WHAT YOU NEED TO DO:
Copy exactly the lines of the data below that run from the line holding "outliers: result.points.filter((point) =>" through the line holding "layer.range.map(orNull), usesScatter: layer.usesScatter", both ends included.
Content starts
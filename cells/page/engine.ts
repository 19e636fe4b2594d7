import type { Problem } from "../errors";
import type { PageResults, TraceNode, TraceRequest } from "./results";
import type { Column, PageDocument } from "./schema";

/** A column as import proposes it, and why. */
export interface ProposedColumn {
  readonly column: Column;
  /** Sentence for people: what in the header or the first rows led to this. */
  readonly reason: string;
}

/** What import proposes for a file, before anything is saved. */
export interface ImportProposal {
  readonly fileName: string;
  readonly headers: readonly string[];
  /** Every data row as text; ragged rows are filled up with `""`. */
  readonly rows: readonly (readonly string[])[];
  readonly columns: readonly ProposedColumn[];
  /** What could not be read, row by row. */
  readonly problems: readonly Problem[];
}

/**
 * The engine: synchronous, without clock, network or chance. It remembers its last evaluation, so that a block whose inputs
 * did not change keeps the identical result object.
 */
export interface Engine {
  /** Gives the bytes of a source, under its SHA-256 or, on the command line, its file name. */
  setSource(ref: string, bytes: Uint8Array): void;
  hasSource(ref: string): boolean;
  evaluate(page: PageDocument): PageResults;
  /** Where a number of the last evaluation comes from. */
  trace(request: TraceRequest): TraceNode | null;
  /** Reads a file and proposes what each of its columns is. Throws CellError where it is no table. */
  propose(bytes: Uint8Array, fileName: string): ImportProposal;
}
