import type { Problem } from "../errors";
import { State, stateName } from "../quantity/state";
import type { SimulatedLine } from "../simulate/simulated";
import {
  RESULTS_FORMAT,
  type BlockResult,
  type BudgetResult,
  type Crossing,
  type DataResult,
  type FitParameter,
  type FormulaResult,
  type LineResult,
  type NoteResult,
  type PageResults,
  type PlotLayer,
  type PlotResult,
  type TrendResult,
} from "./results";

/**
 * Results as JSON, for the command line, the API and examples (`cotectic-results/1`).
 *
 * Arrays hold every row in table order, at full double precision. What does not exist is `null`, never NaN, 0 or "", and an
 * unknown σ is `null`, never 0.
 */
export function resultsJson(results: PageResults): object {
  const blocks: Record<string, object> = {};
  for (const [handle, result] of results.blocks) blocks[handle] = blockJson(result);
  return { format: RESULTS_FORMAT, engine: results.engine, bodies: results.bodies, blocks };
}

/** True where some block has a problem of severity `error`: the command line's exit code 1. */
export function hasErrors(results: PageResults): boolean {
  for (const result of results.blocks.values()) if (result.problems.some((problem) => problem.severity === "error")) return true;
  return false;
}

function blockJson(result: BlockResult): object {
  switch (result.kind) {
    case "data":
      return dataJson(result);
    case "formula":
      return formulaJson(result);
    case "trend":
      return trendJson(result);
    case "budget":
      return budgetJson(result);
    case "plot":
      return plotJson(result);
    case "note":
      return noteJson(result);
  }
}

function dataJson(result: DataResult): object {
  return {
    kind: "data",
    samples: result.samples,
    setAside: result.setAside,
    valuesSetAside: result.valuesSetAside,
    amended: result.amended,
    ...(result.proposed ? { proposed: true } : {}),
    columns: result.columns
      .filter((column) => column.role === "quantity")
      .map(({ name, unit, n, missing, belowDetection, setAside, assumed, withoutSigma }) => ({
        name,
        unit,
        n,
        missing,
        belowDetection,
        setAside,
        assumed,
        withoutSigma,
      })),
    screening: result.screening,
    problems: result.problems.map(problemJson),
  };
}

function formulaJson(result: FormulaResult): object {
  return {
    kind: "formula",
    lines: result.lines.map(lineJson),
    correlation: result.correlation.map((pair) => ({ of: pair.of, value: numbers(pair.value) })),
    ...tail(result),
  };
}

function lineJson(line: LineResult): object {
  if (!line.ok) return { name: line.name, unit: null, basis: null, n: 0, states: {}, value: [], sigma: [], state: [] };
  return {
    name: line.name,
    unit: line.unit,
    basis: line.basis,
    ...(line.remark === null ? {} : { remark: line.remark }),
    ...(line.perSample ? {} : { perSample: false }),
    ...(line.byClass === undefined ? {} : { byClass: line.byClass }),
    n: line.n,
    states: line.states,
    ...(line.assumed > 0 ? { assumed: line.assumed } : {}),
    value: present(line.value, line.state),
    sigma: present(line.sigma, line.state),
    ...(line.lowerBound.includes(1) ? { sigmaIs: Array.from(line.lowerBound, (is) => (is === 1 ? "lower bound" : null)) } : {}),
    state: Array.from(line.state, stateName),
    ...(line.simulated === undefined ? {} : { simulated: simulatedJson(line.simulated) }),
  };
}

/** Quantiles of every value; null for those that were not simulated. */
function simulatedJson({ draws, seed, asked, median, from68, to68, from95, to95, withoutValue }: SimulatedLine): object {
  return {
    draws,
    seed,
    asked,
    median: numbers(median),
    from68: numbers(from68),
    to68: numbers(to68),
    from95: numbers(from95),
    to95: numbers(to95),
    ...(withoutValue.some((count) => count > 0) ? { withoutValue: Array.from(withoutValue) } : {}),
  };
}

function trendJson(result: TrendResult): object {
  return {
    kind: "trend",
    method: result.method,
    n: result.n,
    leftOut: result.leftOut,
    x: result.x,
    y: result.y,
    slope: parameter(result.slope),
    intercept: parameter(result.intercept),
    covariance: orNull(result.covariance),
    covarianceWithScatter: orNull(result.covarianceWithScatter),
    S: orNull(result.S),
    mswd: orNull(result.mswd),
    mswdExpected: result.mswdExpected ?? null,
    p: orNull(result.p),
    scatter: orNull(result.scatter),
    usesScatter: result.usesScatter ?? null,
    converged: result.converged ?? null,
    outliers: result.points.filter((point) => point.outlier).map(({ row, sample }) => ({ row, sample })),
    fromBodies: result.fromBodies,
    ...(result.crossing === undefined ? {} : { crossing: crossingJson(result.crossing) }),
    ...(result.simulated === undefined ? {} : { simulated: result.simulated }),
    ...tail(result),
  };
}

function crossingJson(crossing: Crossing): object {
  return { with: crossing.with, x: crossing.x, y: crossing.y, covariance: crossing.covariance, region: crossing.region, fromBodies: crossing.fromBodies };
}

function budgetJson(result: BudgetResult): object {
  return {
    kind: "budget",
    solved: result.solved ?? null,
    roots: result.roots,
    report: result.report,
    left: result.left ?? null,
    path: result.path,
    shares: result.shares,
    byCompilation: result.byCompilation,
    closure: result.closure ?? null,
    ...(result.simulated === undefined ? {} : { simulated: result.simulated }),
    ...tail(result),
  };
}

function plotJson(result: PlotResult): object {
  return {
    kind: "plot",
    plot: result.plot,
    x: result.x,
    y: result.y,
    ...(result.corners === undefined ? {} : { corners: result.corners }),
    ...(result.columns === undefined ? {} : { columns: result.columns }),
    drawn: result.drawn,
    notDrawn: result.notDrawn,
    layers: result.layers.map(layerJson),
    ...tail(result),
  };
}

/** What a layer shows, without the points: those are the formula's or the table's own numbers. */
function layerJson(layer: PlotLayer): object {
  switch (layer.what) {
    case "samples": {
      const n = layer.points.x.reduce((count, x) => (Number.isFinite(x) ? count + 1 : count), 0);
      return { what: layer.what, data: layer.data, ...(layer.of === undefined ? {} : { of: layer.of }), n, ellipses: layer.ellipses };
    }
    case "means":
      return {
        what: layer.what,
        data: layer.data,
        classes: layer.classes.map(({ points, ...one }) => ({ ...one, points: points.map((point) => ({ ...point, y: orNull(point.y) })) })),
      };
    case "trend":
      return { what: layer.what, trend: layer.trend, range: layer.range.map(orNull), usesScatter: layer.usesScatter };
    case "crossing":
      return { what: layer.what, trends: layer.trends, x: layer.x, y: layer.y, sigmaX: orNull(layer.sigmaX), sigmaY: orNull(layer.sigmaY) };
    case "path":
      return { what: layer.what, budget: layer.budget, points: layer.line.x.length, end: layer.end ?? null };
    case "bodies":
      return {
        what: layer.what,
        bodies: layer.bodies.map(({ name, compilation, x, y, sigmaX, sigmaY }) => ({
          name,
          compilation,
          x: orNull(x),
          y: orNull(y),
          sigmaX: orNull(sigmaX),
          sigmaY: orNull(sigmaY),
        })),
      };
    case "annotation":
      return { what: layer.what, text: layer.text, x: layer.x, y: layer.y };
  }
}

function noteJson(result: NoteResult): object {
  return {
    kind: "note",
    values: result.values.map(({ name, shown, unit, value, sigma }) => ({ name, shown, unit, value: orNull(value), sigma: orNull(sigma) })),
    ...tail(result),
  };
}

function tail(result: BlockResult): object {
  return { ...(Object.keys(result.bodiesUsed).length > 0 ? { bodies: result.bodiesUsed } : {}), problems: result.problems.map(problemJson) };
}

/** Keys in one fixed order, absent ones left out. */
function problemJson(problem: Problem): object {
  const { code, severity, block, span, field, row, column, text } = problem;
  return {
    code,
    severity,
    ...(block === undefined ? {} : { block }),
    ...(span === undefined ? {} : { span }),
    ...(field === undefined ? {} : { field }),
    ...(row === undefined ? {} : { row }),
    ...(column === undefined ? {} : { column }),
    text,
  };
}

/** Value and σ by the errors alone, and both with scatter where there is some: each σ beside the value it belongs to. */
function parameter(of: FitParameter | undefined): object | null {
  if (of === undefined) return null;
  return {
    value: orNull(of.byErrorsAlone ?? of.value),
    sigma: orNull(of.sigma),
    ...(of.byErrorsAlone === undefined ? {} : { valueWithScatter: orNull(of.value) }),
    sigmaWithScatter: orNull(of.sigmaWithScatter),
  };
}

function orNull(value: number | null | undefined): number | null {
  return value === undefined || value === null || !Number.isFinite(value) ? null : value;
}

function numbers(values: Float64Array): (number | null)[] {
  return Array.from(values, orNull);
}

/** A number only where the row is present: what stands beside another state is no result. */
function present(values: Float64Array, state: Uint8Array): (number | null)[] {
  return Array.from(values, (value, index) => (state[index] === State.present ? orNull(value) : null));
}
Content ends
EXERCISE ANSWER:
    outliers: result.points.filter((point) => point.outlier).map(({ row, sample }) => ({ row, sample })),
    fromBodies: result.fromBodies,
    ...(result.crossing === undefined ? {} : { crossing: crossingJson(result.crossing) }),
    ...(result.simulated === undefined ? {} : { simulated: result.simulated }),
    ...tail(result),
  };
}

function crossingJson(crossing: Crossing): object {
  return { with: crossing.with, x: crossing.x, y: crossing.y, covariance: crossing.covariance, region: crossing.region, fromBodies: crossing.fromBodies };
}

function budgetJson(result: BudgetResult): object {
  return {
    kind: "budget",
    solved: result.solved ?? null,
    roots: result.roots,
    report: result.report,
    left: result.left ?? null,
    path: result.path,
    shares: result.shares,
    byCompilation: result.byCompilation,
    closure: result.closure ?? null,
    ...(result.simulated === undefined ? {} : { simulated: result.simulated }),
    ...tail(result),
  };
}

function plotJson(result: PlotResult): object {
  return {
    kind: "plot",
    plot: result.plot,
    x: result.x,
    y: result.y,
    ...(result.corners === undefined ? {} : { corners: result.corners }),
    ...(result.columns === undefined ? {} : { columns: result.columns }),
    drawn: result.drawn,
    notDrawn: result.notDrawn,
    layers: result.layers.map(layerJson),
    ...tail(result),
  };
}

/** What a layer shows, without the points: those are the formula's or the table's own numbers. */
function layerJson(layer: PlotLayer): object {
  switch (layer.what) {
    case "samples": {
      const n = layer.points.x.reduce((count, x) => (Number.isFinite(x) ? count + 1 : count), 0);
      return { what: layer.what, data: layer.data, ...(layer.of === undefined ? {} : { of: layer.of }), n, ellipses: layer.ellipses };
    }
    case "means":
      return {
        what: layer.what,
        data: layer.data,
        classes: layer.classes.map(({ points, ...one }) => ({ ...one, points: points.map((point) => ({ ...point, y: orNull(point.y) })) })),
      };
    case "trend":
      return { what: layer.what, trend: layer.trend, range: layer.range.map(orNull), usesScatter: layer.usesScatter };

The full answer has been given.